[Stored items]
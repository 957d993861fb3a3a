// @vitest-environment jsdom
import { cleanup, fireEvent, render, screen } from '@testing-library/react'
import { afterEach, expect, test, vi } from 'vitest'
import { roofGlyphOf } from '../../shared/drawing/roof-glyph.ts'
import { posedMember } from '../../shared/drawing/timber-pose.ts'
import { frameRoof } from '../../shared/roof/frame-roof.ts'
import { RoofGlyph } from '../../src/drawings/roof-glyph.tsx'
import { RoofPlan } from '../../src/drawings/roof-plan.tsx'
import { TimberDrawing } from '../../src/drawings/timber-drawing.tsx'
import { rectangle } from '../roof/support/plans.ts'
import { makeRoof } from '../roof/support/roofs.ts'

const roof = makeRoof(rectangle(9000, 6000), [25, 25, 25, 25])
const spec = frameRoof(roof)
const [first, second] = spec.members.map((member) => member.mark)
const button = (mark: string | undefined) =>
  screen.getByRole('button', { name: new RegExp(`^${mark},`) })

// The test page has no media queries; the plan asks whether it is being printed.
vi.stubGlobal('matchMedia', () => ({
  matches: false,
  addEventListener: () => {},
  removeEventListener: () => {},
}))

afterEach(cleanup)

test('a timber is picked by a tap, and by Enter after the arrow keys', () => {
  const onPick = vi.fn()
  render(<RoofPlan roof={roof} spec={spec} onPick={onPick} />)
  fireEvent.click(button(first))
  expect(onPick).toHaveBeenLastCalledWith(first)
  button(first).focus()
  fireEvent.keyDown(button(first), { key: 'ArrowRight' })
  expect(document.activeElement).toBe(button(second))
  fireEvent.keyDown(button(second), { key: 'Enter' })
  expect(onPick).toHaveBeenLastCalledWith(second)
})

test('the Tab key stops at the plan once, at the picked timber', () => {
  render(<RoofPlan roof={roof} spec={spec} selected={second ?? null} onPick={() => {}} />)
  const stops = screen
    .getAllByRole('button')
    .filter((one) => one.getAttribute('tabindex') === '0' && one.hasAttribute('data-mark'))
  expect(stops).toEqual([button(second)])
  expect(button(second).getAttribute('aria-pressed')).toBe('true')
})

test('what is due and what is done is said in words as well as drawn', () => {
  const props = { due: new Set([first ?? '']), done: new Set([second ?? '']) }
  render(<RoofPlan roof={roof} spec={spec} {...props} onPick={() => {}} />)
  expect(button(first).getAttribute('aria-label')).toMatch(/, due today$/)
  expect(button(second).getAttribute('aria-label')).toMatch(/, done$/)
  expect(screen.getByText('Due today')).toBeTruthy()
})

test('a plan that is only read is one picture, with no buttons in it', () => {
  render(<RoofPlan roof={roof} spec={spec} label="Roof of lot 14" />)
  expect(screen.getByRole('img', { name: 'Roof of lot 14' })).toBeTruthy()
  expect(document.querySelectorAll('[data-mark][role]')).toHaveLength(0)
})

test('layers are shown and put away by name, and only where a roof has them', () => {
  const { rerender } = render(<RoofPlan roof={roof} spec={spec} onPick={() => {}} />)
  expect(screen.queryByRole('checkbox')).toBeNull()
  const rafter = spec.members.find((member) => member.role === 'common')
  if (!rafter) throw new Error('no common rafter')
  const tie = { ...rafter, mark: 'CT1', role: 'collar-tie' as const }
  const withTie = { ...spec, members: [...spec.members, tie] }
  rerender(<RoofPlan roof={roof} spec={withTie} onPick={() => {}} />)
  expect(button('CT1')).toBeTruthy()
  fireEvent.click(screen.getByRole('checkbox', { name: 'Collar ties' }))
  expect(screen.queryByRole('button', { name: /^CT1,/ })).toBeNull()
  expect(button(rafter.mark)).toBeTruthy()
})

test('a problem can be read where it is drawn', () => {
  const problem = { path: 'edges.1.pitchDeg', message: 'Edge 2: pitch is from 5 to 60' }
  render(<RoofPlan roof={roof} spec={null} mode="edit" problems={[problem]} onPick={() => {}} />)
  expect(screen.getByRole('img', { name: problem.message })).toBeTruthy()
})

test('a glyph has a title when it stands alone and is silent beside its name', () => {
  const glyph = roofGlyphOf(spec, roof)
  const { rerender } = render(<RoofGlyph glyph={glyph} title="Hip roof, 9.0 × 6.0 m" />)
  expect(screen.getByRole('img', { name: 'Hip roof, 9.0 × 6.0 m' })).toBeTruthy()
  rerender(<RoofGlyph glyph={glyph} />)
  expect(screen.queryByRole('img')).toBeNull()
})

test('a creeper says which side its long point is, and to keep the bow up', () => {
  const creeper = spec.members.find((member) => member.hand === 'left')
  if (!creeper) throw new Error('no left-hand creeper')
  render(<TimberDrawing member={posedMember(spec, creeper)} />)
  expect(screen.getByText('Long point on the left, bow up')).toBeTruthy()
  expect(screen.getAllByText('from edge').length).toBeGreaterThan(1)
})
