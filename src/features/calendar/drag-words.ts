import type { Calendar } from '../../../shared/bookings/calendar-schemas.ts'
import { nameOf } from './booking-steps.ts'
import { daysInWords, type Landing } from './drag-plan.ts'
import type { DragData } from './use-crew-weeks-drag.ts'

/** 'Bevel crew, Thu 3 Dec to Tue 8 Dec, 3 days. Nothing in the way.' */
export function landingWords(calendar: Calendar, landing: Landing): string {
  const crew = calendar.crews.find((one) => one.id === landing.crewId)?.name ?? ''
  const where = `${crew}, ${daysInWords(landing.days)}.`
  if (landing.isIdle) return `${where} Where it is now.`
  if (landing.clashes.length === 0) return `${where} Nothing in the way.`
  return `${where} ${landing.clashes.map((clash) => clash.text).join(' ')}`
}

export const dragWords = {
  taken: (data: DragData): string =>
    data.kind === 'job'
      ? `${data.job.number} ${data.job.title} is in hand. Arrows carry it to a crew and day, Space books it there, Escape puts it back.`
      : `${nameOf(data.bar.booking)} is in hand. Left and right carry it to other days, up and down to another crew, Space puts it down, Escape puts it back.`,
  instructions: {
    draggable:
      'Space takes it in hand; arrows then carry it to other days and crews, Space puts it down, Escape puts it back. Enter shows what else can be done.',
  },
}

(Activity)
Only lines containing "vitest" belong in the answer; copy every such line from the records.

(Response to the task)
// @vitest-environment jsdom
import { afterEach, expect, test, vi } from 'vitest'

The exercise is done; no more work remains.